[Saved data entries]

+ + + +

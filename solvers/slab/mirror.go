package slab

import "betaloom/solvers/jet"

// mirrored reports whether a stack is its own mirror image along with its
// derivatives in frequency. Its modes are then even or odd, exactly, and each
// kind is that of the lower half with psi or its flux zero on the plane:
// two films far apart have their pair of modes even when their indices agree
// in every digit. The gradients in the parameters need not be mirrored.
func mirrored(s *Stack) bool {
	if s.GroundBottom != s.GroundTop || len(s.Layers) < 3 && !s.GroundBottom {
		return false
	}
	for i, j := 0, len(s.Layers)-1; i < j; i, j = i+1, j-1 {
		a, b := &s.Layers[i], &s.Layers[j]
		if !a.HalfSpace && a.Thickness.V != b.Thickness.V {
			return false
		}
		for c := range a.Eps {
			if !same(&a.Eps[c], &b.Eps[c]) {
				return false
			}
		}
	}
	return true
}

func same(a, b *jet.Jet) bool {
	return a.V == b.V && a.W == b.W && a.WW == b.WW && a.WWW == b.WWW
}

// turn sets which of a mirrored line's two kinds of mode is solved, 0 for the
// even and 1 for the odd ones; other lines have one kind.
func (q *line[T]) turn(kind int) {
	if !q.mirror {
		return
	}
	q.ends[1].closure = fluxZero
	if kind == 1 {
		q.ends[1].closure = psiZero
	}
}
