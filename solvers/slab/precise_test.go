package slab

import (
	"math/big"
)

// The tests' own complex arithmetic of 420 bits, on math/big: with it the characteristic
// equation is solved by another route than the solver's.

const precision = 420

type num2 struct{ re, im *big.Float }

func fl(x float64) *big.Float   { return new(big.Float).SetPrec(precision).SetFloat64(x) }
func zero() *big.Float          { return new(big.Float).SetPrec(precision) }
func cx(x complex128) num2      { return num2{fl(real(x)), fl(imag(x))} }
func rx(x float64) num2         { return num2{fl(x), zero()} }
func (a num2) add(b num2) num2  { return num2{zero().Add(a.re, b.re), zero().Add(a.im, b.im)} }
func (a num2) sub(b num2) num2  { return num2{zero().Sub(a.re, b.re), zero().Sub(a.im, b.im)} }
func (a num2) neg() num2        { return rx(0).sub(a) }
func (a num2) times(x int) num2 { return a.mul(rx(float64(x))) }

func (a num2) mul(b num2) num2 {
	if a.im.Sign() == 0 && b.im.Sign() == 0 {
		return num2{zero().Mul(a.re, b.re), zero()}
	}
	x := zero().Sub(zero().Mul(a.re, b.re), zero().Mul(a.im, b.im))
	y := zero().Add(zero().Mul(a.re, b.im), zero().Mul(a.im, b.re))
	return num2{x, y}
}

func (a num2) abs2() *big.Float {
	return zero().Add(zero().Mul(a.re, a.re), zero().Mul(a.im, a.im))
}

func (a num2) div(b num2) num2 {
	if a.im.Sign() == 0 && b.im.Sign() == 0 {
		return num2{zero().Quo(a.re, b.re), zero()}
	}
	d := b.abs2()
	n := a.mul(num2{b.re, zero().Neg(b.im)})
	return num2{zero().Quo(n.re, d), zero().Quo(n.im, d)}
}

// sqrt is the principal root.
func (a num2) sqrt() num2 {
	if a.im.Sign() == 0 {
		if a.re.Sign() >= 0 {
			return num2{zero().Sqrt(a.re), zero()}
		}
		return num2{zero(), zero().Sqrt(zero().Neg(a.re))}
	}
	m := zero().Sqrt(a.abs2())
	half := fl(0.5)
	re := zero().Sqrt(zero().Mul(half, zero().Add(m, a.re)))
	im := zero().Sqrt(zero().Mul(half, zero().Sub(m, a.re)))
	if a.re.Sign() > 0 {
		im = zero().Quo(zero().Mul(half, a.im), re)
		return num2{re, im}
	}
	if a.im.Sign() < 0 {
		im.Neg(im)
	}
	re = zero().Quo(zero().Mul(half, a.im), im)
	return num2{re, im}
}

// coshSinhc gives cosh x and sinh x / x for x^2 = z by their power series, after
// halving x often enough, and doubling back.
func coshSinhc(z num2) (c, s num2) {
	halvings := 0
	for size := z.abs2(); size.Cmp(fl(1e-12)) > 0; halvings++ {
		z = z.mul(rx(0.25))
		size = z.abs2()
	}
	c, s = rx(1), rx(1)
	tc, ts := rx(1), rx(1)
	for k := 1; k < 60; k++ {
		tc = tc.mul(z).div(rx(float64((2*k - 1) * (2 * k))))
		ts = ts.mul(z).div(rx(float64((2 * k) * (2*k + 1))))
		c, s = c.add(tc), s.add(ts)
	}
	for range halvings {
		s = s.mul(c)                     // sinh 2x / 2x
		c = c.mul(c).times(2).sub(rx(1)) // cosh 2x
	}
	return c, s
}

// atan of a real number: halved until small, then its series.
func atan(x *big.Float) *big.Float {
	one := fl(1)
	doublings := 0
	x = zero().Set(x)
	for zero().Abs(x).Cmp(fl(1e-6)) > 0 {
		r := zero().Sqrt(zero().Add(one, zero().Mul(x, x)))
		x.Quo(x, zero().Add(one, r))
		doublings++
	}
	sum, term, xx := zero().Set(x), zero().Set(x), zero().Mul(x, x)
	for k := 3; k < 100; k += 2 {
		term.Mul(term, xx).Neg(term)
		sum.Add(sum, zero().Quo(term, fl(float64(k))))
	}
	for range doublings {
		sum.Add(sum, sum)
	}
	return sum
}

func bigPi() *big.Float { return zero().Mul(fl(4), atan(fl(1))) }

func (a num2) float() complex128 {
	x, _ := a.re.Float64()
	y, _ := a.im.Float64()
	return complex(x, y)
}
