// What becomes of a delivery, by what goes wrong with its tile.
func TestAnswers(t *testing.T) {
	out := &solvers.ScopeError{Section: "pipe", Equation: "Helmholtz"}
	circle := box([]float64{1e-6}, []float64{plain})
	circle.Physics.Parameters[1].Expr = "half * 2"
	unknown := box([]float64{1e-6}, []float64{plain})
	unknown.Physics.Keep = "width > 1 um"
	untuned := box([]float64{1e-6}, []float64{plain})
	untuned.Physics.Parameters[2].Name, untuned.Axes[0].Parameter = "width", "width"
	cases := []struct {
		name     string
		tile     *schema.Tile
		problem  func(*schema.Physics) (solvers.Problem, []string, error)
		attempt  int
		last     bool
		answer   string
		kind     worker.Kind
		reason   string // of the record of a tile set aside
		unsolved bool
	}{
		{name: "solved", tile: box([]float64{1e-6}, []float64{plain}), answer: "confirm", kind: worker.TileFinished},
		{name: "error", tile: box([]float64{1e-6}, []float64{plain, fails}), answer: "retry after 1s", kind: worker.TileRetried},
		{name: "error again", tile: box([]float64{1e-6}, []float64{fails}), attempt: 3, answer: "retry after 4s", kind: worker.TileRetried},
		{name: "error many times", tile: box([]float64{1e-6}, []float64{fails}), attempt: 99, answer: "retry after 1m0s", kind: worker.TileRetried},
		{name: "error at last", tile: box([]float64{1e-6}, []float64{plain, fails}), attempt: 5, last: true,
			answer: "refuse: point 1 of the tile: the library is out of luck", kind: worker.TileSetAside,
			reason: "point 1 of the tile: the library is out of luck"},
		{name: "panic", tile: box([]float64{1e-6}, []float64{panics}), answer: "retry after 1s", kind: worker.TileRetried},
		{name: "panic at last", tile: box([]float64{1e-6}, []float64{panics}), attempt: 5, last: true,
			answer: "refuse: the solver panicked: index out of range", kind: worker.TileSetAside, reason: "the solver panicked: index out of range"},
		{name: "solver contradicts itself", tile: box([]float64{1e-6}, []float64{miscounts}), answer: "retry after 1s", kind: worker.TileRetried},
		{name: "out of scope", tile: box([]float64{1e-6}, []float64{plain}), answer: "refuse: " + out.Error(), kind: worker.TileSetAside, reason: out.Error(),
			problem: func(*schema.Physics) (solvers.Problem, []string, error) { return nil, nil, out }},
		{name: "problem panics", tile: box([]float64{1e-6}, []float64{plain}), answer: "retry after 1s", kind: worker.TileRetried,
			problem: func(*schema.Physics) (solvers.Problem, []string, error) { panic("nil map") }},
		{name: "expressions in a circle", tile: circle, kind: worker.TileSetAside,
			answer: "refuse: parameters: found expressions that refer to each other in a circle, expected none",
			reason: "parameters: found expressions that refer to each other in a circle, expected none"},
		{name: "unknown name in keep", tile: unknown, kind: worker.TileSetAside,
			answer: "refuse: keep: found the name width, expected a parameter", reason: "keep: found the name width, expected a parameter"},
		{name: "no frequency", tile: untuned, answer: "confirm", kind: worker.TileFinished},
	}
	for _, c := range cases {
		t.Run(c.name, func(t *testing.T) {
			s := folder(t)
			d := &delivery{message: message(t, c.tile), attempt: c.attempt, last: c.last}
			events, err := work(t, worker.Options{Store: s, Problem: c.problem}, d)
			if err != nil {
				t.Fatal(err)
			}
			answered(t, d, c.answer)
			if got := kinds(events); !slices.Equal(got, []worker.Kind{worker.TileStarted, c.kind}) {
				t.Errorf("found the events %q, expected it to start and %q", got, c.kind)
			}
			stored(t, s, c.tile, c.kind == worker.TileFinished, c.reason, d.Attempt())
		})
	}
}

// stored checks what stands in the store after a tile was answered.
func stored(t *testing.T, s store.Store, ti *schema.Tile, withPart bool, reason string, attempts int) {
	t.Helper()
	var want []string
	if withPart {
		want = append(want, store.Part(name(t, ti)))
	}
	if reason != "" {
		want = append(want, store.Aside(name(t, ti)))
	}
	got, err := s.List(t.Context(), "")
	if err != nil || !slices.Equal(got, want) {
		t.Fatalf("found %q, %v in the store, expected %q", got, err, want)
	}
	if reason == "" {
		return
	}
	b, err := s.Get(t.Context(), store.Aside(name(t, ti)))
	if err != nil {
		t.Fatal(err)
	}
	var a store.SetAside
	if err := json.Unmarshal(b, &a); err != nil || a != (store.SetAside{Tile: name(t, ti), Reason: reason, Attempts: attempts}) {
		t.Errorf("found %+v, %v, expected the reason %q after %d attempts", a, err, reason, attempts)
	}
}

// Foreign messages are recorded, and the next tile is solved.
func TestRefused(t *testing.T) {
	s := folder(t)
	noise := &delivery{message: []byte(strings.Repeat("noise ", 10_000))}
	empty := &delivery{message: nil}
	good := &delivery{message: message(t, box([]float64{1e-6}, []float64{plain}))}
	events, err := work(t, worker.Options{Store: s}, noise, empty, good)
	if err != nil {
		t.Fatal(err)
	}
	for _, d := range []*delivery{noise, empty} {
		if len(d.answers) != 1 || !strings.HasPrefix(d.answers[0], "refuse: job: ") {
			t.Errorf("found %q, expected a refusal", d.answers)
		}
	}
	answered(t, good, "confirm")
	want := []worker.Kind{worker.MessageRefused, worker.MessageRefused, worker.TileStarted, worker.TileFinished}
	if got := kinds(events); !slices.Equal(got, want) {
		t.Errorf("found %q, expected %q", got, want)
	}
	names, err := s.List(t.Context(), "refused/")
	if err != nil || len(names) != 2 {
		t.Fatalf("found %q, %v, expected two records", names, err)
	}
	sizes := map[int]int{60_000: 4096, 0: 0} // bytes of the message, and of what is kept of it
	for _, n := range names {
		b, err := s.Get(t.Context(), n)
		if err != nil {
			t.Fatal(err)
		}
		var r struct {
			Reason string `json:"reason"`
			Bytes  int    `json:"bytes"`
			Begins []byte `json:"begins"`
		}
		if err := json.Unmarshal(b, &r); err != nil || r.Reason == "" || len(r.Begins) != sizes[r.Bytes] {
			t.Errorf("%s: found %d of %d bytes, reason %q, %v", n, len(r.Begins), r.Bytes, r.Reason, err)
		}
	}
}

+ + + +

Up to and including the line with "kind is that", output every line of the records above exactly, starting from the first; output nothing else.

filename solvers/slab/mirror.go
package slab

import "betaloom/solvers/jet"

// mirrored reports whether a stack is its own mirror image along with its
// derivatives in frequency. Its modes are then even or odd, exactly, and each
// kind is that of the lower half with psi or its flux zero on the plane:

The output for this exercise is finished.